### Materials provided

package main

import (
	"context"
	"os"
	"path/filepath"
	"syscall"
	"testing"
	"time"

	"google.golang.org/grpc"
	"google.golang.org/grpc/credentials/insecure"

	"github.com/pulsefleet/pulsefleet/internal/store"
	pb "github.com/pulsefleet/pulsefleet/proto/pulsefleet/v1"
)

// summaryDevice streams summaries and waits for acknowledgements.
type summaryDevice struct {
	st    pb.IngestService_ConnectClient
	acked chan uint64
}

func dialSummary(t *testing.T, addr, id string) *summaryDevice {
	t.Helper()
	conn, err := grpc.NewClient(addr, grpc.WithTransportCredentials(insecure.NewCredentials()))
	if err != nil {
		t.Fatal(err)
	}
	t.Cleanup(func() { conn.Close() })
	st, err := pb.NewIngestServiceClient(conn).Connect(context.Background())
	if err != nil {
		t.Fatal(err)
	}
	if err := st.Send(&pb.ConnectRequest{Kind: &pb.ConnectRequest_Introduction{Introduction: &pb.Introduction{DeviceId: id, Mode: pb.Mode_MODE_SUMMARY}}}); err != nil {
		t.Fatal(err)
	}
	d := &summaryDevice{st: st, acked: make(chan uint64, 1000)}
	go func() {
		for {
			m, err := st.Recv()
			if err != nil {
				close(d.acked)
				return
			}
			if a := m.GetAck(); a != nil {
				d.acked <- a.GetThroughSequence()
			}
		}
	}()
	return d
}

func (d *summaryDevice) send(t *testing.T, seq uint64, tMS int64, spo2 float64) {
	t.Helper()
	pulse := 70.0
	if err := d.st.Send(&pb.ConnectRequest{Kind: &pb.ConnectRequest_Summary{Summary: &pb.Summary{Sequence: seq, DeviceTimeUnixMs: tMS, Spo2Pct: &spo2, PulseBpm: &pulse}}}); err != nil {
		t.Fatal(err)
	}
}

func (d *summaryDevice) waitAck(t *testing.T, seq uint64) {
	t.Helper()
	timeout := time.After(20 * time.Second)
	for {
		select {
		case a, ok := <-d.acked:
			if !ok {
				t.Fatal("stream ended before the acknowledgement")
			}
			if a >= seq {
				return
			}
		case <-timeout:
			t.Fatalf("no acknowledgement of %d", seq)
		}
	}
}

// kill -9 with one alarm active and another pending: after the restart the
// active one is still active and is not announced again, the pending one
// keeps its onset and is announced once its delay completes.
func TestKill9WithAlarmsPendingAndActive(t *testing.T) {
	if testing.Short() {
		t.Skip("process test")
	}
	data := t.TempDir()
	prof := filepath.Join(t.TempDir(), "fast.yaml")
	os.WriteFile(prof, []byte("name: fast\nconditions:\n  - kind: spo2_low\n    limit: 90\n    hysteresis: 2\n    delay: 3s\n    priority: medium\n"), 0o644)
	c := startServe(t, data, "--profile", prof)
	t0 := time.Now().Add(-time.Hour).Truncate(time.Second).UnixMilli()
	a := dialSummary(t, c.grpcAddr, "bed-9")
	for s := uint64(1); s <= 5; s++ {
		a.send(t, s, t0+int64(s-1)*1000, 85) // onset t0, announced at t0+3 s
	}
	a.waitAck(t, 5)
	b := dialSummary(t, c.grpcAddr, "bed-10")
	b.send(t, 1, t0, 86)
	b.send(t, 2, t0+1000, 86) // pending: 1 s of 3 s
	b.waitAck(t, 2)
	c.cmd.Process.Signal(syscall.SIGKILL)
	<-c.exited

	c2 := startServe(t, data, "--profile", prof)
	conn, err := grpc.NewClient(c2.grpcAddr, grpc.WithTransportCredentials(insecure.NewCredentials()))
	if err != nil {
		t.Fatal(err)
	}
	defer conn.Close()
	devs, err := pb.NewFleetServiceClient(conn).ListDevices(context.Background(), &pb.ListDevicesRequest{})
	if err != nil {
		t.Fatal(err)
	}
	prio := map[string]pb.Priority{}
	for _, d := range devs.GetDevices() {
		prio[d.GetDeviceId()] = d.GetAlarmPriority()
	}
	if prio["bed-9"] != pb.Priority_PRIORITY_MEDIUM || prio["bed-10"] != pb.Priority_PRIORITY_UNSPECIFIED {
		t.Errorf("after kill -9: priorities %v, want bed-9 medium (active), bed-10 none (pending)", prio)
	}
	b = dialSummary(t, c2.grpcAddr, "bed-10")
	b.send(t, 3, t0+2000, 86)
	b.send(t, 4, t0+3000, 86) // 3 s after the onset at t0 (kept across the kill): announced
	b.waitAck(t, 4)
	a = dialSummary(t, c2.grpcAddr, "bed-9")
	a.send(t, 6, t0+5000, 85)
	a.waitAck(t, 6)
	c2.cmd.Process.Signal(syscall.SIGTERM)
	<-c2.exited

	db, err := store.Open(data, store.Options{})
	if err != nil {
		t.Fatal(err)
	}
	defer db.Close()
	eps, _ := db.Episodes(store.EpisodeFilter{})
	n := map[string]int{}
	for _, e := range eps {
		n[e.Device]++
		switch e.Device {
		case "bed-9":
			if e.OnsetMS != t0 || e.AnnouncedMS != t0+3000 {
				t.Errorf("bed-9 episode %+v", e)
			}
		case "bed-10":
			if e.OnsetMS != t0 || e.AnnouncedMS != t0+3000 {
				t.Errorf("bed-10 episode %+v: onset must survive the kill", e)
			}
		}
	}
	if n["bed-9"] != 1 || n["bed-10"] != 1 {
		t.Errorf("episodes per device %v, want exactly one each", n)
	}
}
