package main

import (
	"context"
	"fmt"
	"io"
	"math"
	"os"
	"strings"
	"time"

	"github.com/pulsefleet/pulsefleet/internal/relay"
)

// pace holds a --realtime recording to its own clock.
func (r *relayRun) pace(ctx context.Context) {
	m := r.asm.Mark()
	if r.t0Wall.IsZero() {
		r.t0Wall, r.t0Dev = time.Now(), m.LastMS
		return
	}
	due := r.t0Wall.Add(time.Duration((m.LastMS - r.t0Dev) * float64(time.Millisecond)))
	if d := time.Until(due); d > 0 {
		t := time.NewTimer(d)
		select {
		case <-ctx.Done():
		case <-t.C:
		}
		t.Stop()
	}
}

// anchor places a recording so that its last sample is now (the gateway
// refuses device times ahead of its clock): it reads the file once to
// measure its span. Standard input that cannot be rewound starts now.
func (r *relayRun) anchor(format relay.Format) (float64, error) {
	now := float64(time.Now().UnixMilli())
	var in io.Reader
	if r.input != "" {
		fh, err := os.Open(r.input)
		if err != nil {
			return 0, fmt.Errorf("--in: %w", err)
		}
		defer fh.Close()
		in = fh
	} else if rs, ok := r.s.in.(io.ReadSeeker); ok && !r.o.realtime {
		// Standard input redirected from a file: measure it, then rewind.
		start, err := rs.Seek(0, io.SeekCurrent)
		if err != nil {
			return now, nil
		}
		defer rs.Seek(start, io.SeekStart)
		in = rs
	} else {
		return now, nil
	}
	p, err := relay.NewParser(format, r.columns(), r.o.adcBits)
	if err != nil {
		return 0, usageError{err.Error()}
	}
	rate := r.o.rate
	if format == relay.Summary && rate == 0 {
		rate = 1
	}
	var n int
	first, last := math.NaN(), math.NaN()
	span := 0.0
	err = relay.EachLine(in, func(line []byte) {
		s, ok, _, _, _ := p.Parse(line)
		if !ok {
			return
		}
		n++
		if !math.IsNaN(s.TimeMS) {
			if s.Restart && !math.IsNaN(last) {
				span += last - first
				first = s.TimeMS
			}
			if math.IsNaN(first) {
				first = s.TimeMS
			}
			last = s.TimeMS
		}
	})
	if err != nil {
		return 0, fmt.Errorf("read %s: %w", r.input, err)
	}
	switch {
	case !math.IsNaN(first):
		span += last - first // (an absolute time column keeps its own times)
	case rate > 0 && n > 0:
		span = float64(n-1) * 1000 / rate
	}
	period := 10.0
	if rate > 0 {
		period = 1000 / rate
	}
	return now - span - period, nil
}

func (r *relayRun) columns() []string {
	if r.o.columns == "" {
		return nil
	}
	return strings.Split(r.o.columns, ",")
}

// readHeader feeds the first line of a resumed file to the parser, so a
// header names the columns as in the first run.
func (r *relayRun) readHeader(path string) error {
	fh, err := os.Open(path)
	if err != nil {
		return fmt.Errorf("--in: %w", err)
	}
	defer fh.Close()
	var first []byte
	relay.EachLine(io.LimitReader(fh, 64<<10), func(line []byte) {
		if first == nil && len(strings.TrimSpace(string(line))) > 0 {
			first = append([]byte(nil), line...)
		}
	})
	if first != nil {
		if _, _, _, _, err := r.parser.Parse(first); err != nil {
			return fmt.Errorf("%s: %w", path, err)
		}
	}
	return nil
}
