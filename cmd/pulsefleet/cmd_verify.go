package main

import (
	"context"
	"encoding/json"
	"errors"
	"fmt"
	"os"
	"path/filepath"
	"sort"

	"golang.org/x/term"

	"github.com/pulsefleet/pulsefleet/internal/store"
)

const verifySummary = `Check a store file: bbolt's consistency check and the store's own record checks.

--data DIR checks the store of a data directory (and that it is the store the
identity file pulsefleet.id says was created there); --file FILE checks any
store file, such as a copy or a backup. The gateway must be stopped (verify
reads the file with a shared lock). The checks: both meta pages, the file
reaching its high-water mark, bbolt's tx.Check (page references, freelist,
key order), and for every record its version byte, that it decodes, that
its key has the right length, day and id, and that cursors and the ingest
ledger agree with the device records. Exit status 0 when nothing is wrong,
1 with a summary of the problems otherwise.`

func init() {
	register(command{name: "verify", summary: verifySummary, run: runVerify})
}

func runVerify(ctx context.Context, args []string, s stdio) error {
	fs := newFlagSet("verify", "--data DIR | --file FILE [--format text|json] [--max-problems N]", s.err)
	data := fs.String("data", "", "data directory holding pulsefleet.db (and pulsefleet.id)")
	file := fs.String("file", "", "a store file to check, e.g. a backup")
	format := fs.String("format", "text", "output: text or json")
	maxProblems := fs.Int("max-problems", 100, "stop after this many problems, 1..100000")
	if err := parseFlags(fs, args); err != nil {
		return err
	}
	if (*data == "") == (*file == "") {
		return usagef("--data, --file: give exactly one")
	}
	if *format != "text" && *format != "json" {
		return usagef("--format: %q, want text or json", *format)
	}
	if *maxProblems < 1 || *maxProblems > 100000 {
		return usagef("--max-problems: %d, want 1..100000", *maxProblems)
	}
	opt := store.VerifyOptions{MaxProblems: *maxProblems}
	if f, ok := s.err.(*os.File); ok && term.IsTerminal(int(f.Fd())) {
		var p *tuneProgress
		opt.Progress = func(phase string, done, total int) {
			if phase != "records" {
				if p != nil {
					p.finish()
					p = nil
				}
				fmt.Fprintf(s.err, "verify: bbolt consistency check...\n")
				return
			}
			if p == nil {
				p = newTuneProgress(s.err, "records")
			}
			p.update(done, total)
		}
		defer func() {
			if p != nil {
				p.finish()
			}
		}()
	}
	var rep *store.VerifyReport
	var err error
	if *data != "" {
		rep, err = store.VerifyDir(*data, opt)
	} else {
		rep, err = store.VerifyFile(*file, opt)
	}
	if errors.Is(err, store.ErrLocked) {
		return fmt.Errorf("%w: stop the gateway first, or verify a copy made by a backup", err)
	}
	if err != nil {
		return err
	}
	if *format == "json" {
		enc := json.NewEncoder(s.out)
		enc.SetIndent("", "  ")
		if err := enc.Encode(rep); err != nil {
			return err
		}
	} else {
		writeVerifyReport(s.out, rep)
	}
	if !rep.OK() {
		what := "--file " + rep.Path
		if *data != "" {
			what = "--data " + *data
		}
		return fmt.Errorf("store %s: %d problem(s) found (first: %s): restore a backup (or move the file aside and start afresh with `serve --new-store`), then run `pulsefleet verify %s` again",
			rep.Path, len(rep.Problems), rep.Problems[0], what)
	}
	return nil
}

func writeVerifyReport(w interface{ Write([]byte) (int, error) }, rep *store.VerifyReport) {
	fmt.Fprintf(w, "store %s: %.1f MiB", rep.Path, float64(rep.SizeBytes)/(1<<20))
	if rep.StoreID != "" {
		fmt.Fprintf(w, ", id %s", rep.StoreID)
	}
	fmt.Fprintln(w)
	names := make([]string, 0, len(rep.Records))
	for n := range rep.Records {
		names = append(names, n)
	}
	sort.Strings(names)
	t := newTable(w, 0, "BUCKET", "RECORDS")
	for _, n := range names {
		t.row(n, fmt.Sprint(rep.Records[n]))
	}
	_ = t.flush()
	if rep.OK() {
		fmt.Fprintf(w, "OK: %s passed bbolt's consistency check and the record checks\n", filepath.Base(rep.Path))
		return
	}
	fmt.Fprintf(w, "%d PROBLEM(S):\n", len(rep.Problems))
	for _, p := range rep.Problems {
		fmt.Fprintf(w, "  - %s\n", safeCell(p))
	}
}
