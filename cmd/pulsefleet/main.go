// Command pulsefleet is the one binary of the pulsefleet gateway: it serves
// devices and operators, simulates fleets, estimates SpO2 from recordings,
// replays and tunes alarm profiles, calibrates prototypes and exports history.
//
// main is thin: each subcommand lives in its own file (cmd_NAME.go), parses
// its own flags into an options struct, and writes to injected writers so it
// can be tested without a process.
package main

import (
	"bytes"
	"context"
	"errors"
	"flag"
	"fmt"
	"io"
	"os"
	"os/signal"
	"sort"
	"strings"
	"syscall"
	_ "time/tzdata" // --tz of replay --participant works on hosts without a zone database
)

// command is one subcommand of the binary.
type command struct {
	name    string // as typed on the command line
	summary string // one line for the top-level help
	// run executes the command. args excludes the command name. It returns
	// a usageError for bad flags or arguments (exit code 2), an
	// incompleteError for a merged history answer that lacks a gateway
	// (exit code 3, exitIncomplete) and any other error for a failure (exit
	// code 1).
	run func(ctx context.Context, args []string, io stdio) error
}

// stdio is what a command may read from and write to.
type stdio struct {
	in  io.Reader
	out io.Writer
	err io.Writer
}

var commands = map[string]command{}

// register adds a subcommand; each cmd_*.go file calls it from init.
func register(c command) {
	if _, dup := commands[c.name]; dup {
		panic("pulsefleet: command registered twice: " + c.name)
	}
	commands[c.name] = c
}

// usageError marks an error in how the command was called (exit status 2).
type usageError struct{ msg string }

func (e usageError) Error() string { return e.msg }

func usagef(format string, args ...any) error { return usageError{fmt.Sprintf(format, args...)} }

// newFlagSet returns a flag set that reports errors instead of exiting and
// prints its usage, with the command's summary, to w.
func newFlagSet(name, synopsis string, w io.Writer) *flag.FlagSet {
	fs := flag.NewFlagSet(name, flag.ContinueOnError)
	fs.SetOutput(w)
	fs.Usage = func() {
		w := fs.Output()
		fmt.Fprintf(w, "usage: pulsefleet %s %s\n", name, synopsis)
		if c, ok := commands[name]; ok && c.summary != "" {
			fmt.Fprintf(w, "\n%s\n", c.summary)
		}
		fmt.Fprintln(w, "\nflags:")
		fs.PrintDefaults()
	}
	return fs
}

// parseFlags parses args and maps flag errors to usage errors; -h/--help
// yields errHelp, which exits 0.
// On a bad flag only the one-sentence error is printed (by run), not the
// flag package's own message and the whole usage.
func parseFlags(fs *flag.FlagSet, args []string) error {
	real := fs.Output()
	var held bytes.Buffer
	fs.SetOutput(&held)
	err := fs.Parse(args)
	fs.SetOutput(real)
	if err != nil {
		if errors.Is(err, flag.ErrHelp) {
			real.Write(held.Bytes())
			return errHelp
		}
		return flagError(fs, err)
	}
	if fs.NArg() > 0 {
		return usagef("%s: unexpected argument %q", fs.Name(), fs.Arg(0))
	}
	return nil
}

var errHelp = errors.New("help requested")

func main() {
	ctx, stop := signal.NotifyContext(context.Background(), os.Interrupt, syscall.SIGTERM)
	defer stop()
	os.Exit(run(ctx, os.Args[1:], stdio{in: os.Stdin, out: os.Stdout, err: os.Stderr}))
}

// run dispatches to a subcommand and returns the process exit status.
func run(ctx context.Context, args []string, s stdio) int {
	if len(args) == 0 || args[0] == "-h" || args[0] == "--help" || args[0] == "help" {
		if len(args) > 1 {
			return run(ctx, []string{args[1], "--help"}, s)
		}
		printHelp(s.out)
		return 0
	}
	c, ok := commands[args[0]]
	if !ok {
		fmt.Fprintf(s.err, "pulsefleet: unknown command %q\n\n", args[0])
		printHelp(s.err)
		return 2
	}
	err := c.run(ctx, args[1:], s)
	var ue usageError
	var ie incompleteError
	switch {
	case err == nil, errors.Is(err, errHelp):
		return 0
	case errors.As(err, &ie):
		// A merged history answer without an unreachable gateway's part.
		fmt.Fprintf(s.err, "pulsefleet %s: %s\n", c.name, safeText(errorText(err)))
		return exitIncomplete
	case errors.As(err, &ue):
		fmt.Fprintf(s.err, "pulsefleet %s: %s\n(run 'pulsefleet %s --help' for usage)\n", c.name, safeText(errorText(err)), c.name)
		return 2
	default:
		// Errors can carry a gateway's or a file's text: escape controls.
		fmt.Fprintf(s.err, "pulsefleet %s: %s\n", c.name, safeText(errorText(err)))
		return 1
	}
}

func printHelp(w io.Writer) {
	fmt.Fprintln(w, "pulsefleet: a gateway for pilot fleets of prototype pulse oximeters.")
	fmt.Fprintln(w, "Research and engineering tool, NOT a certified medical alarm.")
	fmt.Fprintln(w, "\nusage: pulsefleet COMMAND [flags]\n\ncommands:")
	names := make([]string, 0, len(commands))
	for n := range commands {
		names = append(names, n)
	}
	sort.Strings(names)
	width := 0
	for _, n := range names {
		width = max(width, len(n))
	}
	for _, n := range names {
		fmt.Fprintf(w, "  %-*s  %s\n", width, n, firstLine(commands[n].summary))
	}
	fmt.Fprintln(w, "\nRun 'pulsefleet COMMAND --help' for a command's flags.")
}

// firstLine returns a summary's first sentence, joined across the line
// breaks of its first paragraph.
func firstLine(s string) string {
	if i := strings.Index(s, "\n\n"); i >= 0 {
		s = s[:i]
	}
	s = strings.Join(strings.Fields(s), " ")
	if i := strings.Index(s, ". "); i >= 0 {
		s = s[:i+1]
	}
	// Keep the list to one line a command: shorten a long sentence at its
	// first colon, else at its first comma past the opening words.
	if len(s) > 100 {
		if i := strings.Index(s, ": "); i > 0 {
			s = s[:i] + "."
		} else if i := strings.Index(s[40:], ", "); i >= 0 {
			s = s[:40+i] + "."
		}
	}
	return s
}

### Exercise instructions
Scan the data above. Return every line with "backup" in it.

### Exercise output
store file, such as a copy or a backup. The gateway must be stopped (verify
	file := fs.String("file", "", "a store file to check, e.g. a backup")
		return fmt.Errorf("%w: stop the gateway first, or verify a copy made by a backup", err)
		return fmt.Errorf("store %s: %d problem(s) found (first: %s): restore a backup (or move the file aside and start afresh with `serve --new-store`), then run `pulsefleet verify %s` again",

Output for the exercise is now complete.